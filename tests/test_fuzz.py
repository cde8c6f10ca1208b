"""Fuzzing the command line: any study or criteria file ends in a drawing or in one-line problems.

Every case runs through ``diagram.cli.main.main`` exactly as ``limbchart check FILE``,
``limbchart draw FILE -o OUT/out.svg`` or ``limbchart criteria show FILE`` would. It must end
with exit status 0 and a complete output, or with exit status 2, one or more single-line
messages and no output at all: never another exception, never a hang (an alarm stops a case
after ``CASE_SECONDS``), never a temporary file left in the output folder.

Inputs are of three kinds, in YAML and in JSON: valid studies (which must draw), almost valid
ones (a valid study with one mutation: a key renamed, a value of the wrong type, a number out of
range, a segment name misspelt, a lesion too long, a required key dropped), and garbage
(random bytes, random trees with random keys, types and Unicode, YAML punctuation soup).
Case counts come from the hypothesis profile (tests/conftest.py).
"""

from __future__ import annotations

import contextlib
import decimal
import io
import json
import math
import os
import shutil
import signal
import tempfile
import traceback
import xml.etree.ElementTree as ET
from collections.abc import Iterator
from dataclasses import dataclass
from pathlib import Path
from types import FrameType
from typing import Any

import pytest
import yaml
from hypothesis import assume, example, given, note, reject, settings
from hypothesis import strategies as st

from diagram import anatomy
from diagram.cli.main import main
from diagram.criteria import parse_criteria
from diagram.errors import CriteriaError
from diagram.output.results import CAUTION
from diagram.reading.load import study_schema

ROOT = Path(__file__).resolve().parents[1]
CASE_SECONDS = 60  # a case still running after this is a hang (hypothesis's deadline is 10 s)
NATIVE_CRITERIA = (ROOT / "diagram" / "criteria" / "native.yaml").read_text("utf-8")
EXAMPLE = ROOT / "examples" / "normal.yaml"


# Open defects in other modules, found by these tests, keyed by (exception, module). While one
# is open, a fuzz case that ends in it is set aside (hypothesis.reject) instead of failing, so the
# harness keeps guarding against every other failure; its smallest input goes into REPRODUCERS
# (bottom of this file) with the exception it raises. When the fix lands, delete the entry here:
# test_fixed_defect_stays_fixed then requires the reproducer to end in a drawing or problems.
OPEN_DEFECTS: dict[tuple[str, str], str] = {}  # none open: see the fixed reproducers


def defect(exc: BaseException) -> tuple[str, str]:
    """Return (exception name, innermost module of the package it passed through)."""
    frames = [f.filename for f in traceback.extract_tb(exc.__traceback__)]
    ours = [f for f in frames if f.startswith(str(ROOT / "diagram"))]
    where = Path(ours[-1]).relative_to(ROOT).as_posix() if ours else "?"
    return type(exc).__name__, where


@contextlib.contextmanager
def open_defects_set_aside(enabled: bool = True) -> Iterator[None]:
    try:
        yield
    except Exception as exc:
        if enabled and defect(exc) in OPEN_DEFECTS:
            note(f"set aside, open defect: {OPEN_DEFECTS[defect(exc)]}")
            reject()
        raise


def cases(share: float) -> int:
    """Return this test's number of cases: ``share`` times the profile's max_examples."""
    base: int = settings().max_examples
    return max(10, round(base * share))


# --- running one case ---------------------------------------------------------------------------


class Hang(BaseException):
    """A case ran past CASE_SECONDS (a BaseException, so that no ``except Exception`` eats it)."""


@contextlib.contextmanager
def time_limit(seconds: float) -> Iterator[None]:
    def fire(signum: int, frame: FrameType | None) -> None:
        raise Hang(f"no answer within {seconds} s")

    previous = signal.signal(signal.SIGALRM, fire)
    signal.setitimer(signal.ITIMER_REAL, seconds)
    try:
        yield
    finally:
        signal.setitimer(signal.ITIMER_REAL, 0)
        signal.signal(signal.SIGALRM, previous)


@dataclass(frozen=True)
class Run:
    code: int | str | None
    out: str
    err: str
-----
From the data above, output only the lines between the line containing "from diagram.reading.load import study_schema" and the line containing "NATIVE_CRITERIA = (ROOT", inclusive, exactly as written.

**RESPONSE BELOW:**
from diagram.reading.load import study_schema

ROOT = Path(__file__).resolve().parents[1]
CASE_SECONDS = 60  # a case still running after this is a hang (hypothesis's deadline is 10 s)
NATIVE_CRITERIA = (ROOT / "diagram" / "criteria" / "native.yaml").read_text("utf-8")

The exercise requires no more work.